Events are moving quickly in the insurance world and our little slice of it. It behooves one to keep up to the extent that you are able to do so.
It is no longer conjecture that the federal government will be involved in the regulation of insurance; the only question now is how and when. Bills to regulate some or all insurers to varying degrees have been introduced. Whether or not they will pass this time around with all of the other issues confronting the Administration is problematic, but the probability is certainly greater than in years past. This is an issue which bears a close watch to determine the effect, if any, on captives, but it is not the subject of this article.
Beyond regulation, the "Law of Unintended Consequences" is now arriving on the captive scene in the form of fallout from bank failures and bank problems being addressed by the Troubled Asset Relief Program (TARP).
The "economic crisis" affecting much of the world is showing itself in surprising ways to captive owners and managers. If you have not yet encountered the issue, then this discussion may help you prepare.
Reinsurance and Collateral
Two strong influencers of captive success, reinsurance and collateral, are both being affected negatively, and the pain is spreading. Late last year, many captives began to find that the cost of letters of credit and other forms of collateral were getting more dear as the banking industry struggled with its problems. Banks began to restrict the lines of credit, and/or negatively adjust the terms of letters of credit supporting the captive's collateral.
At the same time, many fronting companies were beginning to increase their collateral requirements, causing the captive owners and managers to consider alternatives. One of the alternatives was the purchase of reinsurance at lower attachment points. By reducing the limits written by their captives, they were able to obtain reinsurance at lower levels, thus reducing the amount of collateral needed to support their letters of credit, and reducing the letters of credit themselves.

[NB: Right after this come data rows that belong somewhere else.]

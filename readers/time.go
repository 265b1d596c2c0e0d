package readers

import (
	"math"
	"slices"
	"strconv"
	"strings"
)

// A Choice is a way to pick one state of several.
type Choice uint8

// The choices of a state.
const (
	Last Choice = iota
	First
	AtNumber
)

// A Time says which state is read. The zero value is the last.
type Time struct {
	Choice Choice
	Number float64 // for AtNumber; must agree with a state's time to 1e-9 of it
}

// pick returns the index of the state among the times, which rise.
func (t Time) pick(times []float64) (int, error) {
	switch {
	case t.Choice == First:
		return 0, nil
	case t.Choice == Last:
		return len(times) - 1, nil
	}
	for i, time := range times {
		if math.Abs(time-t.Number) <= 1e-9*math.Abs(t.Number) {
			return i, nil
		}
	}
	return 0, &reason{ErrTime, "found no state at time " + formatNumber(t.Number) + ", need one of " + formatNumbers(times)}
}

// pickStep chooses the state of a file that holds several: arrays carry TimeStep, and
// the data set lists the times in the order of the steps. It returns the times in
// rising order and the time that was chosen, NaN without steps.
func (x *xmlFile) pickStep(t Time) (times []float64, chosen float64, err error) {
	text, ok := x.data.get("TimeValues")
	if !ok {
		return nil, math.NaN(), nil
	}
	steps := map[float64]int{}
	for step, word := range strings.Fields(text) {
		time, err := parseFloat(word)
		if err != nil || math.IsNaN(time) {
			return nil, 0, attributeError(x.data, "TimeValues", text, "numbers")
		}
		if _, isKnown := steps[time]; !isKnown {
			times = append(times, time)
		}
		steps[time] = step // of one time twice the later counts, as after a restart
	}
	if len(times) == 0 {
		return nil, math.NaN(), nil
	}
	slices.Sort(times)
	i, err := t.pick(times)
	if err != nil {
		return nil, 0, err
	}
	x.step = strconv.Itoa(steps[times[i]])
	return times, times[i], nil
}
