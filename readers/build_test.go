package readers

import (
	"bytes"
	"compress/zlib"
	"encoding/base64"
	"encoding/binary"
	"fmt"
	"math"
	"math/rand/v2"
	"strconv"
	"strings"
	"testing"

	"github.com/pierrec/lz4/v4"

	"strainledger/mesh"
)

// A testArray is an array of a file that a test writes.
type testArray struct {
	name, format string // number type
	components   int
	values       []float64
}

// A testCoding is a way to write arrays into an XML file.
type testCoding struct {
	form       string // ascii, binary, appended (base64) or raw
	compressor string // "", zlib or lz4
	bigEndian  bool
	header64   bool
	blockSize  int
	wrap       int  // characters in a line of base64; 0: one line
	isSplit    bool // the length word in a run of base64 of its own
}

func (c testCoding) name() string {
	return fmt.Sprintf("%s %s %v %v %d %d %v", c.form, c.compressor, c.bigEndian, c.header64, c.blockSize, c.wrap, c.isSplit)
}

func (c testCoding) order() binary.AppendByteOrder {
	if c.bigEndian {
		return binary.BigEndian
	}
	return binary.LittleEndian
}

// data returns the array's bytes.
func (c testCoding) data(a testArray) (data []byte) {
	order := c.order()
	for _, value := range a.values {
		switch a.format {
		case "Int8", "UInt8":
			data = append(data, byte(int64(value)))
		case "Int16", "UInt16":
			data = order.AppendUint16(data, uint16(int64(value)))
		case "Int32", "UInt32":
			data = order.AppendUint32(data, uint32(int64(value)))
		case "Int64", "UInt64":
			data = order.AppendUint64(data, uint64(int64(value)))
		case "Float32":
			data = order.AppendUint32(data, math.Float32bits(float32(value)))
		case "Float64":
			data = order.AppendUint64(data, math.Float64bits(value))
		}
	}
	return data
}

func (c testCoding) words(values ...int) (data []byte) {
	for _, value := range values {
		if c.header64 {
			data = c.order().AppendUint64(data, uint64(value))
		} else {
			data = c.order().AppendUint32(data, uint32(value))
		}
	}
	return data
}

// binary returns the length words and what they stand before, each a run of base64 of
// its own; without the first both are in one.
func (c testCoding) binary(a testArray) (head, body []byte) {
	data := c.data(a)
	if c.compressor == "" {
		if c.isSplit {
			return c.words(len(data)), data
		}
		return nil, append(c.words(len(data)), data...)
	}
	words := []int{(len(data) + c.blockSize - 1) / c.blockSize, c.blockSize, len(data) % c.blockSize}
	for ; len(data) > 0; data = data[min(c.blockSize, len(data)):] {
		block := data[:min(c.blockSize, len(data))]
		before := len(body)
		if c.compressor == "zlib" {
			var packed bytes.Buffer
			w := zlib.NewWriter(&packed)
			w.Write(block)
			w.Close()
			body = append(body, packed.Bytes()...)
		} else {
			room := make([]byte, lz4.CompressBlockBound(len(block)))
			n, err := lz4.CompressBlock(block, room, nil)
			if err != nil {
				panic(err)
			}
			body = append(body, room[:n]...)
		}
		words = append(words, len(body)-before)
	}
	return c.words(words...), body
}

func (c testCoding) text(a testArray) string {
	var text strings.Builder
	for i, value := range a.values {
		word := strconv.FormatInt(int64(value), 10)
		if strings.HasPrefix(a.format, "Float") {
			word = strconv.FormatFloat(value, 'g', -1, 64)
		}
		text.WriteString(word)
		text.WriteString([]string{" ", "  ", "\t", "\n", "\r\n "}[i%5])
	}
	return text.String()
}

func (c testCoding) base64(a testArray) string {
	head, body := c.binary(a)
	text := base64.StdEncoding.EncodeToString(head) + base64.StdEncoding.EncodeToString(body)
	if c.wrap == 0 {
		return text
	}
	var wrapped strings.Builder
	for ; len(text) > 0; text = text[min(c.wrap, len(text)):] {
		wrapped.WriteString(text[:min(c.wrap, len(text))] + "\n    ")
	}
	return wrapped.String()
}

// A testWriter writes an XML file.
type testWriter struct {
	coding   testCoding
	text     bytes.Buffer
	appended bytes.Buffer
}

// newTestWriter begins a file of a type.
func newTestWriter(coding testCoding, kind, version string) *testWriter {
	w := &testWriter{coding: coding}
	order, header, compressor := "LittleEndian", "UInt32", ""
	if coding.bigEndian {
		order = "BigEndian"
	}
	if coding.header64 {
		header = "UInt64"
	}
	switch coding.compressor {
	case "zlib":
		compressor = ` compressor="vtkZLibDataCompressor"`
	case "lz4":
		compressor = ` compressor="vtkLZ4DataCompressor"`
	}
	w.printf("<VTKFile type=%q version=%q byte_order=%q header_type=%q%s>\n", kind, version, order, header, compressor)
	return w
}

func (w *testWriter) printf(format string, values ...any) { fmt.Fprintf(&w.text, format, values...) }

// element writes arrays inside an element.
func (w *testWriter) element(name string, arrays ...testArray) {
	w.printf("<%s>\n", name)
	for _, a := range arrays {
		w.printf(`<DataArray type=%q Name=%q NumberOfComponents="%d"`, a.format, a.name, max(1, a.components))
		switch w.coding.form {
		case "ascii":
			w.printf(" format=\"ascii\">\n%s</DataArray>\n", w.coding.text(a))
		case "binary":
			w.printf(" format=\"binary\">\n  %s\n</DataArray>\n", w.coding.base64(a))
		case "appended":
			w.printf(" format=\"appended\" offset=\"%d\"/>\n", w.appended.Len())
			w.appended.WriteString(w.coding.base64(a))
		default:
			w.printf(" format=\"appended\" offset=\"%d\"/>\n", w.appended.Len())
			head, body := w.coding.binary(a)
			w.appended.Write(append(head, body...))
		}
	}
	w.printf("</%s>\n", name)
}

// bytes ends the file.
func (w *testWriter) bytes() []byte {
	if w.appended.Len() > 0 {
		encoding := "base64"
		if w.coding.form == "raw" {
			encoding = "raw"
		}
		w.printf("<AppendedData encoding=%q>\n   _", encoding)
		w.text.Write(w.appended.Bytes())
		w.printf("\n</AppendedData>\n")
	}
	w.printf("</VTKFile>\n")
	return w.text.Bytes()
}

// A testGrid is an unstructured grid of tetrahedra, hexahedra and triangles in turn.
type testGrid struct {
	points, connectivity, offsets, types []float64
	stress, region, temperature          []float64
}

func newTestGrid(cells int) *testGrid {
	random := rand.New(rand.NewPCG(3, 4))
	g := &testGrid{}
	points := 5*cells + 8
	for range 3 * points {
		g.points = append(g.points, random.NormFloat64())
	}
	for range points {
		g.temperature = append(g.temperature, float64(float32(20+random.Float64())))
	}
	for i := range cells {
		cellType, nodes := [3]int{10, 12, 5}[i%3], [3]int{4, 8, 3}[i%3]
		for range nodes {
			g.connectivity = append(g.connectivity, float64(random.IntN(points)))
		}
		g.types = append(g.types, float64(cellType))
		g.offsets = append(g.offsets, float64(len(g.connectivity)))
		for range 6 {
			g.stress = append(g.stress, math.Ldexp(random.Float64()-0.5, random.IntN(60)-30))
		}
		g.region = append(g.region, float64(i/5-3))
	}
	return g
}

// file writes the grid as a .vtu file.
func (g *testGrid) file(coding testCoding) []byte {
	w := newTestWriter(coding, "UnstructuredGrid", "1.0")
	w.printf("<UnstructuredGrid><Piece NumberOfPoints=\"%d\" NumberOfCells=\"%d\">\n", len(g.points)/3, len(g.types))
	w.element("PointData", testArray{"temperature", "Float32", 1, g.temperature})
	w.element("CellData", testArray{"stress", "Float64", 6, g.stress}, testArray{"region", "Int16", 1, g.region})
	w.element("Points", testArray{"Points", "Float64", 3, g.points})
	w.element("Cells", testArray{"connectivity", "Int32", 1, g.connectivity}, testArray{"offsets", "Int64", 1, g.offsets},
		testArray{"types", "UInt8", 1, g.types})
	w.printf("</Piece></UnstructuredGrid>\n")
	return w.bytes()
}

// check compares what was read with the grid, bit by bit.
func (g *testGrid) check(t *testing.T, got *gathered) {
	t.Helper()
	var nodes []float64
	for _, cell := range got.nodes {
		for _, node := range cell {
			nodes = append(nodes, float64(node))
		}
	}
	for _, part := range []struct {
		name      string
		got, want []float64
	}{
		{"points", got.points, g.points}, {"connectivity", nodes, g.connectivity},
		{"stress", got.arrays[arrayKey{mesh.OnCell, "stress"}].values, g.stress},
		{"region", got.arrays[arrayKey{mesh.OnCell, "region"}].values, g.region},
		{"temperature", got.arrays[arrayKey{mesh.OnPoint, "temperature"}].values, g.temperature},
	} {
		if len(part.got) != len(part.want) || firstDifference(part.got, part.want) >= 0 {
			t.Errorf("%s differ at %d; %d values, want %d", part.name, firstDifference(part.got, part.want), len(part.got), len(part.want))
		}
	}
	if len(got.nodes) != len(g.types) {
		t.Errorf("%d cells, want %d", len(got.nodes), len(g.types))
	}
}

// firstDifference returns the place of the first difference in bits, or -1.
func firstDifference(a, b []float64) int {
	for i := range min(len(a), len(b)) {
		if math.Float64bits(a[i]) != math.Float64bits(b[i]) {
			return i
		}
	}
	return -1
}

This strategy is definitely a short-term solution based largely on then reasonable reinsurance terms. It made sense to take advantage of the market in the fourth quarter of 2008. In the first half of 2009, that position must be reconsidered.
Rising Reinsurance Rates
Coming into play now is the predicted rising rates for reinsurance. Some have observed that this may be in the category of a self-fulfilling prophecy, but the facts show that reinsurers had a tough year in 2008 not only from natural catastrophes but also investment losses, along with the rest of the world. These losses must be recouped, and there is only one way to do that—raise rates. The midyear renewals should see the first effects of this strategy and may well carry forward for quite some time.
Intersecting the rising rates are the credit crunch and the troubles of banks. As captive owners evaluate their existing and proposed letters of credit, bank lines of credit, and the size of their deposits in the banks, fronting companies and reinsurers are considering their exposures to troubled banks. This is a very delicate situation that must be navigated with care and skill. Who is to judge the maximum amount of money to be deposited in major banks whose share prices have plunged and who may be hanging on to solvency by a federal thread? At what point are directors and officers of a captive exposed to the consequences of choosing a bank which defaults and ties up or destroys assets needed for claims and capital? What is the role of regulators in this process? Will they be state regulators or federal?
Some fronts and reinsurers have preempted the captive owners' analysis by restricting the overall exposure of the front/reinsurer to the banking exposure. In some cases, captives have been advised to find another bank to hold their deposits or to issue their collateral support. The fronts/reinsurers are seeing a genuine credit risk from some of the leading banks.
To the front/reinsurer now comes the same question being asked of the directors and officers of the captive posed above: When is the company at risk for using a "threatened financial institution"? The quite natural response is to limit exposure. Banks are being rejected as acceptable issuers of letters of credit or as acceptable depositories, even while the banks in question continue to be licensed and to operate.
What is now the process to select the financial institution for your captive if it is licensed, operating, but may have appeared on a fronting company/reinsurer's "do not use further" list? How do you renegotiate your attachment point as reinsurance rates rise and collateral becomes more sticky? How will you renegotiate collateral with a federal regulator, whether that regulator is an insurance authority or the overseer of a failed financial institution, be it bank or insurer?
I suggest for your consideration that, if you have not yet encountered these issues, you will before the year is done. In keeping with the purpose of captives as vehicles of control, it behooves the prudent owner/manager to be in early discussions with the fronts, reinsurers, and banks to be in agreement and to quickly put terms in place that will provide the captive the best opportunity to succeed.
There are no quick, easy answers for this unintended consequence, just as there none for the other parts of the current economic crisis. But early airing of the challenge, and prompt and frank discussion of alternatives, will serve us well going forward.